Foster’s latest product development is NanoMed EX, a TPE compound based on Arkema’s Pebax polyether-amide resin, boasting 45% greater stiffness without reduction in elongation, as compared to Pebax 7233 MED.  NanoMed EX compounds are designed to bridge the gap between Pebax TPE and nylon 11 in flexural modulus, a key property linked to improved pushability and torque for cardiovascular and neurovascular catheters.

The NanoMed EX introduction reflects Foster’s work over the past decade in formulating and processing nanoparticles into polymers for advanced medical applications. Particles with dimensions less than a nanometer are dispersed throughout a Pebax matrix using Foster’s proprietary processing technology.

The result is a formulation with appearance and processability similar to that of unmodified Pebax resin. Using nanoparticles with length-to-thickness ratios that provide reinforcement properties, Foster was able to engineer NanoMed EX compounds with a new balance of flexural modulus and tensile elongation.
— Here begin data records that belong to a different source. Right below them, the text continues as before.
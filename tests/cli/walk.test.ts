import { mkdtempSync, writeFileSync } from 'node:fs';
import { tmpdir } from 'node:os';
import { dirname, join } from 'node:path';
import { beforeAll, describe, expect, it } from 'vitest';
import { run } from '../../src/cli/run.js';
import { memoryIo } from '../../src/cli/io.js';
import { BOARDS_DIR } from '../../src/paths.js';
import { loadBoard, measureAll } from '../../src/board/index.js';
import { findTree } from '../../src/engine/index.js';

// The smaller bundled board keeps these tests quick; worst-case bands only (--samples 0).
const BOARD = join(BOARDS_DIR, 'wenlow-nib.json');
const dir = mkdtempSync(join(tmpdir(), 'voltwalk-walk-'));
const write = (name: string, content: unknown) => {
  const file = join(dir, name);
  writeFileSync(file, typeof content === 'string' ? content : JSON.stringify(content));
  return file;
};

/** Answers a person would give on a healthy board: every reading from the simulated meter. */
function healthyAnswers(treeId = 'first-power-up'): Record<string, string | boolean> {
  const board = loadBoard(BOARD);
  const tree = findTree(treeId);
  const answers: Record<string, string | boolean> = {};
  for (const [id, n] of Object.entries(tree.nodes)) {
    if (n.kind === 'caution' || n.kind === 'setup') answers[id] = true;
    else if (n.kind === 'inspect') answers[id] = 'ok';
    else if (n.kind === 'observe') answers[id] = Object.keys(n.choices)[0];
    else if (n.kind === 'measure') {
      const condition = board.roles.conditions[n.condition];
      const testPoint = board.roles.testPoints[n.testPoint];
      if (!condition || !testPoint) continue;
      const v = measureAll(board, condition)[testPoint];
      answers[id] = Number.isFinite(v) ? `${v.toPrecision(4)}` : 'OL';
    }
  }
  return answers;
}

const walk = (...args: string[]) => {
  const io = memoryIo();
  return run(['walk', '--board', BOARD, '--samples', '0', '--no-ranking', ...args], io).then((code) => ({ code, out: io.out(), err: io.err() }));
};

describe('voltwalk walk', () => {
  let answersFile = '';
  beforeAll(() => {
    answersFile = write('healthy.json', healthyAnswers());
  });

  it('replays a healthy board to the healthy conclusion, showing bands, readings and outcomes', async () => {
    const r = await walk('--tree', 'first-power-up', '--answers', answersFile);
    expect(r.err).toBe('');
    expect(r.code).toBe(0);
    expect(r.out).toContain('Tree: first-power-up');
    expect(r.out).toMatch(/\[rail-pos\] measure at TP1/);
    expect(r.out).toMatch(/expected 11\.\d+ V to 11\.\d+ V \(nominal 11\.\d+ V\); read 11\.\d+ V → in-band/);
    expect(r.out).toContain('open: the meter shows overload (OL)');
    expect(r.out).toContain('Conclusion: The board powers up healthy');
  });

  it('--md gives a Markdown table and --json a transcript object', async () => {
    const md = await walk('--tree', 'first-power-up', '--answers', answersFile, '--md');
    expect(md.code).toBe(0);
    expect(md.out).toContain('| # | Step | Where | Expected | Reading | Outcome / answer |');
    const json = await walk('--tree', 'first-power-up', '--answers', answersFile, '--json');
    const t = JSON.parse(json.out);
    expect(t.current.node).toBe('end-healthy');
    expect(t.entries.find((e: { node: string }) => e.node === 'ohms-neg').expected.max).toBe('Infinity');
  });

  it('--customer uses the customer wording', async () => {
    const r = await walk('--tree', 'first-power-up', '--answers', answersFile, '--customer');
    expect(r.out).toContain('Good news: the module powers up correctly.');
    expect(r.out).toMatch(/\[rail-pos\][^\n]*\n[^\n]*\n    probes: \S/);
  });

  it('a missing answer prints the transcript so far and names the step that needs one (exit 1)', async () => {
    const file = write('partial.json', { 'look-electrolytics': 'ok', 'look-protection': 'ok' });
    const r = await walk('--tree', 'first-power-up', '--answers', file);
    expect(r.code).toBe(1);
    expect(r.out).toContain('[look-protection]');
    expect(r.err.trim().split('\n')).toHaveLength(1);
    expect(r.err).toContain('look-protection-neg');
    expect(r.err).toContain('needs an answer');
  });

  it('a typo in a reading is one line naming the test point, not an outcome (exit 1)', async () => {
    const answers = { ...healthyAnswers(), 'rail-pos': '11..9 V' };
    const r = await walk('--tree', 'first-power-up', '--answers', write('typo.json', answers));
    expect(r.code).toBe(1);
    expect(r.err).toMatch(/reading at TP1 \(rail-pos\)/);
    expect(r.out).not.toContain('Conclusion');
  });

  it('--set changes a part and the expected bands with it', async () => {
    // R15 feeds the threshold network from +12 V on this board: the gain reduction, and the VCA
    // signal level with it, move when it changes.
    const file = write('no-gr.json', healthyAnswers('no-gain-reduction'));
    const plain = JSON.parse((await walk('--tree', 'no-gain-reduction', '--answers', file, '--json')).out);
    const changed = JSON.parse((await walk('--tree', 'no-gain-reduction', '--answers', file, '--json', '--set', 'R15=10k')).out);
    expect(changed.substitutions).toEqual({ R15: '10k' });
    type T = { entries: Array<{ node: string; expected?: { nominal: number } }> };
    const bands = (t: T) => new Map(t.entries.filter((e) => e.expected).map((e) => [e.node, e.expected!.nominal]));
    const before = bands(plain);
    const after = bands(changed);
    // the rail barely moves (R15 loads it a little); some later step on both routes moves clearly
    expect(after.get('rail-pos')).toBeCloseTo(before.get('rail-pos')!, 1);
    const moved = [...after].filter(([node, v]) => before.has(node) && Math.abs(v - before.get(node)!) > 0.2 * Math.abs(before.get(node)!));
    expect(moved.length).toBeGreaterThan(0);
  });

  it('bad input: usage errors exit 2, unknown tree and unreadable answers exit 1', async () => {
    expect((await walk('--answers', answersFile)).code).toBe(2);
    expect((await walk('--tree', 'first-power-up', '--answers', answersFile, '--set', 'R1')).code).toBe(2);
    const unknown = await walk('--tree', 'no-such-tree', '--answers', answersFile);
    expect(unknown.code).toBe(1);
    expect(unknown.err).toContain('no-output');
    const broken = await walk('--tree', 'first-power-up', '--answers', write('broken.json', '{"rail-pos": '));
    expect(broken.code).toBe(1);
    expect(broken.err).toContain('not valid JSON');
    // A folder given for the answers file is named as one, not called broken JSON.
    const folder = await walk('--tree', 'first-power-up', '--answers', dirname(answersFile));
    expect(folder.code).toBe(1);
    expect(folder.err).toMatch(/: answers file: is a folder, not a file \(accepted: /);
    expect(folder.err.trim().split('\n')).toHaveLength(1);
    const badSet = await walk('--tree', 'first-power-up', '--answers', answersFile, '--set', 'R999=1k');
    expect(badSet.code).toBe(1);
    expect(badSet.err).toContain('R999');
  });
});
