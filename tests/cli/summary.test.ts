import { describe, expect, it, beforeAll } from 'vitest';
import { mkdtempSync, writeFileSync, readFileSync } from 'node:fs';
import { tmpdir } from 'node:os';
import { join } from 'node:path';
import { createActor } from 'xstate';
import { run } from '../../src/cli/run.js';
import { memoryIo } from '../../src/cli/io.js';
import { DEMO_BOARD_FILE, loadBoard } from '../../src/board/index.js';
import { findTree } from '../../src/engine/load-tree.js';
import { createWalkMachine } from '../../src/engine/walk-machine.js';
import { createSession, saveSession } from '../../src/engine/session.js';

/**
 * `voltwalk summary` on a session saved part-way through the first power-up walk on the demo
 * board: five inspections passed, then one rail resistance typed. The band in the summary must be
 * the one the engine routed the reading on (read back from the session, not restated here).
 */
let dir: string;
let file: string;
let band: { min: number; max: number };

beforeAll(() => {
  dir = mkdtempSync(join(tmpdir(), 'voltwalk-summary-'));
  const board = loadBoard(DEMO_BOARD_FILE);
  const tree = findTree('first-power-up');
  const { machine } = createWalkMachine(tree, board, { samples: 0 });
  const actor = createActor(machine).start();
  for (let i = 0; i < 5; i++) actor.send({ type: 'user.answer', choice: 'ok' });
  actor.send({ type: 'user.reading', value: 150e3, text: '150k' });
  file = join(dir, 'walk.json');
  saveSession(file, createSession(tree, board, actor.getPersistedSnapshot(), { boardFile: DEMO_BOARD_FILE }));
  const saved = JSON.parse(readFileSync(file, 'utf8'));
  band = Object.values(saved.snapshot.context.readings as Record<string, { band: { min: number; max: number } }>)[0].band;
}, 300_000);

describe('voltwalk summary', () => {
  it('prints a short plain case: board, symptom, the reading against its band, the next question', async () => {
    const io = memoryIo({ cwd: dir });
    expect(await run(['summary', 'walk.json'], io)).toBe(0);
    const out = io.out();
    expect(out.split('\n').length).toBeLessThanOrEqual(26);
    expect(out).toContain('voltwalk case: A freshly soldered board');
    expect(out).toContain('Board: Wenlow Tamp compressor (demo kit)');
    expect(out).toMatch(/- TP5 .*: 150 kΩ HIGH \[/);
    expect(out).toContain('walk not finished');
    expect(out).toMatch(/Next: measure TP6/);
    expect(out).toMatch(/^Ask: "/m);
    expect(band.max).toBeLessThan(150e3);
  }, 300_000);

  it('in Markdown marks the out-of-band outcome in bold', async () => {
    const io = memoryIo({ cwd: dir });
    expect(await run(['summary', 'walk.json', '--md'], io)).toBe(0);
    expect(io.out()).toMatch(/^### voltwalk case: /);
    expect(io.out()).toContain('**HIGH**');
  }, 300_000);

  it('as JSON carries the band the reading was judged on and the customer question', async () => {
    const io = memoryIo({ cwd: dir });
    expect(await run(['summary', 'walk.json', '--json', '--customer'], io)).toBe(0);
    const json = JSON.parse(io.out());
    expect(json.readings[0]).toMatchObject({ testPoint: 'TP5', value: 150e3, outcome: 'high', min: band.min, max: band.max });
    expect(json.wording).toBe('customer');
    expect(json.next.testPoint).toBe('TP6');
    // Customer wording is the tree's own customer prompt for that step.
    expect(json.next.question).toBe(findTree('first-power-up').nodes['ohms-neg'].say.customer);
  }, 300_000);

  it('reports a damaged session file in one line, exit 1, and leaves it as it was', async () => {
    const bad = join(dir, 'bad.json');
    writeFileSync(bad, '{"format":"voltwalk-session/1",');
    const io = memoryIo({ cwd: dir });
    expect(await run(['summary', 'bad.json'], io)).toBe(1);
    expect(io.err()).toBe(`voltwalk: ${bad}: the session file is damaged (not valid JSON) (accepted: a voltwalk-session/1 file written by voltwalk)\n`);
    expect(readFileSync(bad, 'utf8')).toBe('{"format":"voltwalk-session/1",');
  });

  it('refuses a missing SESSION argument as a usage error', async () => {
    const io = memoryIo({ cwd: dir });
    expect(await run(['summary'], io)).toBe(2);
    expect(io.err()).toContain('summary needs a SESSION file');
  });
});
NanoMed EX formulations are also designed for catheter extrusion, where small diameters, thin walls, tight tolerances, and smooth surfaces are required. Foster can tailor these proprietary formulations to achieve unique stiffness and elongation properties for a specific device.


Product development at Foster figures to get a boost with the April startup of its new innovation center. It is furnished with 16- and 34-mm twin-screw compounding lines, a 25-ton injection press, and a complete production-sized tubing line, along with the gamut of material property testing devices for viscosity, melt flow, FTIR, specific gravity, bulk density, tensile, elongation, flexural modulus, ash testing, durometer and more.

“The idea is to develop technology within these walls, and get it to the manufacturing floor sooner than we were previously able,” states Acquarulo. He adds: “As the market for medical devices evolves, materials of construction become more critical. Within the last 20 years, the outside diameter of a typical angiographic catheter has decreased by 70% while the working pressures have increased well over 100%. This was made possible by improvements in polymer technologies. Our center was created to provide comprehensive development and evaluation of next-generation materials for our customers, from sample production to process and property evaluation.”